I'm currently going through Artin's Algebra, and it has me prove the Chinese Remainder Theorem. The book states the problem in the context of congruence classes, and I think I have a solution, but I haven't found anything like it online, and I'm not sure if it's correct. My proof is as follows:
Let $\textit{a, b, u, v}$ be integers, and assume that the greatest common divisor of $\textit{a}$ and $\textit{b}$ is 1. We will show that there is an integer $\textit{x}$ such that $\textit{x}$ $\equiv$ $\textit{u}$ modulo $\textit{a}$, and $\textit{x}$ $\equiv$ $\textit{v}$ modulo $\textit{b}$. Observe that the congruence class for $\textit{u}$ modulo $\textit{a}$ is equal to the set { . . . , -a + u, u, a + u, . . . }; similarly, the congruence class for $\textit{v}$ modulo $\textit{b}$ is the set { . . . , -b + v, v, b + v, . . .}. If $\textit{x}$ exists, then it is a member of both congruence classes, so that for some integers $\textit{m}$ and $\textit{n}$, $\textit{x}$ = $\textit{ma}$ + $\textit{u}$, and $\textit{x}$ = $\textit{nb}$ + $\textit{v}$, so $\textit{ma}$ + $\textit{u}$ = $\textit{nb}$ + $\textit{v}$, and therefore $\textit{ma}$ - $\textit{nb}$ = $\textit{v - u}$. Since $\textit{a}$ and $\textit{b}$ have a common divisor of 1, the set of all their integer combinations is exactly $\mathbb{Z}$; therefore, there are integers $\textit{m}$ and $\textit{n}$ such that $\textit{ma}$ - $\textit{nb}$ = $\textit{v - u}$. Thus $\textit{x}$ exists, and the proof is complete.

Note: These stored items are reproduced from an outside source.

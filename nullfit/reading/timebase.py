"""The time base: absolute times as int64 nanoseconds, an integer-second epoch, relative seconds.

Times are carried as int64 nanoseconds whenever they are absolute, so that a 1.8e9 s Unix time
never costs precision: :func:`decimal_seconds_to_ns` converts decimal text exactly,
:func:`float_seconds_to_ns` reads a float as its shortest decimal representation (the number a
person wrote), and :func:`split_epoch` returns the whole Unix second at or before the first
reading plus float relative seconds computed from the integer nanoseconds.  Relative seconds
below 2**53 ns (about 104 days) are then exact to the nanosecond.
"""

from __future__ import annotations

import functools
from decimal import ROUND_HALF_EVEN, Decimal, InvalidOperation

import numpy as np

NS_PER_S = 1_000_000_000
#: Relative times larger than this are taken as Unix seconds (1e8 s ≈ 3 years).
UNIX_THRESHOLD_S = 1e8
#: The largest Unix time that fits int64 nanoseconds (2262-04-11), rounded down.
UNIX_MAX_S = 9.2e9
_BLOCK = 1 << 16
_FRAC_BITS = 22  # fractional bits of a float64 in [2**30, 2**31)
_TABLE_FROM = 1 << 25  # inputs at least this long build the table of the binade


def decimal_seconds_to_ns(tokens) -> tuple[np.ndarray, np.ndarray]:
    """Convert decimal strings of seconds exactly to int64 nanoseconds.

    Plain decimals (``"1800000000.123456789"``, ``"-2.5"``) are converted with integer arithmetic;
    other spellings (exponents) go through :class:`decimal.Decimal`.  Digits beyond the
    nanosecond are rounded (half up on the tenth digit).  Returns ``(ns, ok)``; ``ok`` is false
    where a token is not a finite number of seconds below ``UNIX_MAX_S`` in magnitude.
    """
    tok = np.char.strip(np.asarray(tokens, dtype=str))
    n = tok.size
    ns = np.zeros(n, np.int64)
    ok = np.zeros(n, bool)
    if n == 0:
        return ns, ok
    neg = np.char.startswith(tok, "-")
    body = np.where(neg | np.char.startswith(tok, "+"), np.char.lstrip(np.char.lstrip(tok, "-"), "+"), tok)
    part = np.char.partition(body, ".")
    ip, fp = part[..., 0], part[..., 2]
    simple = ((np.char.isdigit(ip) | (ip == "")) & (np.char.isdigit(fp) | (fp == ""))
              & (np.char.str_len(ip) + np.char.str_len(fp) > 0) & (np.char.str_len(ip) <= 10)
              & (np.char.str_len(body) == np.char.str_len(tok) - (neg | np.char.startswith(tok, "+"))))
    if simple.any():
        ipv = np.where(ip == "", "0", ip)[simple].astype(np.int64)
        good = ipv < int(UNIX_MAX_S)
        f10 = np.char.ljust(fp[simple].astype("U10"), 10, "0").astype(np.int64)
        v = np.where(good, ipv, 0) * NS_PER_S + (f10 + 5) // 10
        ns[simple] = np.where(good, np.where(neg[simple], -v, v), 0)
        ok[simple] = good
    for i in np.flatnonzero(~simple):  # rare spellings: exponents, long integers
        try:
            d = Decimal(str(tok[i]))
            if d.is_finite() and abs(d) < Decimal(int(UNIX_MAX_S)):
                ns[i] = int((d * NS_PER_S).to_integral_value(rounding=ROUND_HALF_EVEN))
                ok[i] = True
        except (InvalidOperation, ValueError):
            pass
    return ns, ok


def _fraction_ns(center: np.ndarray, half: np.ndarray) -> np.ndarray:
    """The shortest decimal fraction (ns, as floats) within ``half`` of ``center`` (both in ns)."""
    frac = np.rint(center)  # 9 digits: the fallback (an ulp below 1 ns never occurs above 1e8 s)
    todo = None
    for digits in range(3):  # few digits: cheap when most values are round
        unit = 10.0 ** (9 - digits)
        c = center if todo is None else center[todo]
        h = half if todo is None else half[todo]
        cand = np.rint(c / unit)
        cand *= unit
        hit = np.abs(cand - c) < h
        if todo is None:
            frac[hit] = cand[hit]
            todo = np.flatnonzero(~hit)
        else:
            frac[todo[hit]] = cand[hit]
            todo = todo[~hit]
        if todo.size == 0:
            return frac
    c, h = center[todo], half[todo]
    lo = np.full(todo.size, 3)
    hi = np.full(todo.size, 9)  # the answer lies in [lo, hi]; 9 digits always "hit" (fallback)
    while True:
        open_ = lo < hi
        if not open_.any():
            break
        mid = (lo + hi) // 2
        unit = 10.0 ** (9 - mid)
        hit = np.abs(np.rint(c / unit) * unit - c) < h
        hi = np.where(open_ & hit, mid, hi)
        lo = np.where(open_ & ~hit, mid + 1, lo)
    unit = 10.0 ** (9 - lo)
    cand = np.rint(c / unit) * unit
    frac[todo] = np.where(lo < 9, cand, np.rint(c))
    return frac


@functools.lru_cache(maxsize=1)
def _binade_table() -> np.ndarray:
    """Shortest decimal fraction (ns) of every float in [2**30, 2**31) s (2004-01-10 to 2038-01-19),
    indexed by its 22 fractional bits: within one binade the fraction decides the digits alone."""
    f = np.arange(1 << _FRAC_BITS, dtype=np.float64)
    center = f * (NS_PER_S / 2.0**_FRAC_BITS)  # exact: f·1e9 < 2**53, and a power-of-two division
    half = np.full(f.size, NS_PER_S * 2.0 ** -(_FRAC_BITS + 1))
    return np.concatenate([_fraction_ns(center[i: i + _BLOCK], half[i: i + _BLOCK])
                           for i in range(0, f.size, _BLOCK)]).astype(np.int32)


def float_seconds_to_ns(values, *, table: bool | None = None) -> tuple[np.ndarray, np.ndarray]:
    """Convert float seconds to int64 nanoseconds, reading each float as its shortest decimal
    representation (so ``1800000000.1234567`` gives ``...123456700`` ns, as its text would).

    Vectorised: the whole seconds are exact; for the fraction, the decimal with the fewest digits
    (0 to 9) that lies strictly within half a unit in the last place of the float is chosen, which
    is what the shortest round-trip representation (``repr``) gives.  A decimal of ``d`` digits
    within half an ulp is also one of ``d + 1`` digits, so the fewest digits are found by trying
    0, 1 and 2 digits on the values still open (regular sampling ends here) and a binary search
    over 3..9 digits for the rest.  Within one binade the answer depends on the fractional bits
    alone, so the times of 2004–2038 (the binade [2**30, 2**31) s) can be looked up in a table of
    all 2**22 fractions (16 MB, built once in about a second and kept): ``table=True`` uses it (a
    reader that converts many chunks), ``None`` uses it for very long inputs or once it exists.
    Returns ``(ns, ok)`` as :func:`decimal_seconds_to_ns`."""
    v = np.asarray(values, dtype=float).ravel()
    if table is None:
        table = v.size >= _TABLE_FROM or bool(_binade_table.cache_info().currsize)
    if v.size > _BLOCK:  # in blocks: the temporaries stay in cache
        ns, ok = np.empty(v.size, np.int64), np.empty(v.size, bool)
        for i in range(0, v.size, _BLOCK):
            ns[i: i + _BLOCK], ok[i: i + _BLOCK] = _seconds_to_ns(v[i: i + _BLOCK], table)
        return ns, ok
    return _seconds_to_ns(v, table)


def _seconds_to_ns(v: np.ndarray, table: bool):
    lo, hi = (float(v.min()), float(v.max())) if v.size else (0.0, 0.0)
    if table and lo >= 2.0**30 and hi < 2.0**31:  # one binade, all finite
        sec = np.floor(v)
        f = v - sec
        f *= 2.0**_FRAC_BITS
        ns = sec.astype(np.int64)
        ns *= NS_PER_S
        ns += _binade_table()[f.astype(np.int64)]
        return ns, np.ones(v.size, bool)
    ok = np.isfinite(v) & (np.abs(v) < UNIX_MAX_S)
    w = np.where(ok, v, 0.0)
    sec = np.floor(w)
    center = w - sec
    center *= NS_PER_S  # the exact fraction, in ns (relative error ~1e-16)
    # half an ulp, in ns: 2**(exponent - 53) built from the exponent bits (np.spacing is slow)
    half = (((w.view(np.int64) >> 52) & 0x7FF) - 53 << 52).view(np.float64)
    half *= NS_PER_S
    frac = _fraction_ns(center, half)
    ns = sec.astype(np.int64) * NS_PER_S + frac.astype(np.int64)
    return np.where(ok, ns, 0), ok


def utc_to_ns(value) -> int:
    """Nanoseconds since 1970-01-01T00:00:00Z of an ISO-8601 string (naive means UTC), a
    ``datetime`` or a ``pandas.Timestamp``.  Raises ``ValueError`` when it cannot be parsed or
    lies outside 1677–2262."""
    import pandas as pd

    ts = pd.to_datetime(value, format="ISO8601") if isinstance(value, str) else pd.Timestamp(value)
    if ts is pd.NaT:
        raise ValueError(f"not a time: {value!r}")
    ts = ts.tz_localize("UTC") if ts.tzinfo is None else ts.tz_convert("UTC")
    return int(ts.as_unit("ns").value)


def ns_to_iso(ns: int) -> str:
    """ISO-8601 UTC text (``...Z``) of integer nanoseconds, with as many fractional digits as
    needed (none, 3, 6 or 9)."""
    import pandas as pd

    ts = pd.Timestamp(int(ns), unit="ns", tz="UTC")
    frac = int(ns) % NS_PER_S
    spec = "seconds" if frac == 0 else "milliseconds" if frac % 1_000_000 == 0 else \
        "microseconds" if frac % 1000 == 0 else "nanoseconds"
    return ts.isoformat(timespec=spec).replace("+00:00", "Z")


def split_epoch(ns: np.ndarray, valid: np.ndarray | None = None) -> tuple[int | None, np.ndarray]:
    """``(epoch_unix, relative_seconds)`` from absolute int64 nanoseconds.

    The epoch is the whole Unix second at or before the first valid reading; relative seconds
    are computed from the integer nanoseconds (exact to 1 ns below 2**53 ns ≈ 104 days) and are
    NaN where ``valid`` is false."""
    ns = np.asarray(ns, dtype=np.int64)
    valid = np.ones(ns.size, bool) if valid is None else np.asarray(valid, bool)
    if not valid.any():
        return None, np.full(ns.size, np.nan)
    epoch = int(ns[valid][0]) // NS_PER_S
    rel = (np.where(valid, ns, epoch * NS_PER_S) - epoch * NS_PER_S).astype(float) / NS_PER_S
    rel[~valid] = np.nan
    return epoch, rel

Like I said, I haven't found a proof like this anywhere online, and I'm really wondering if it's valid, so I'd really appreciate if someone could help. Also, this is my first time posting, so my formatting might be below par; please let me know if I need to correct anything in that regard. Thank you!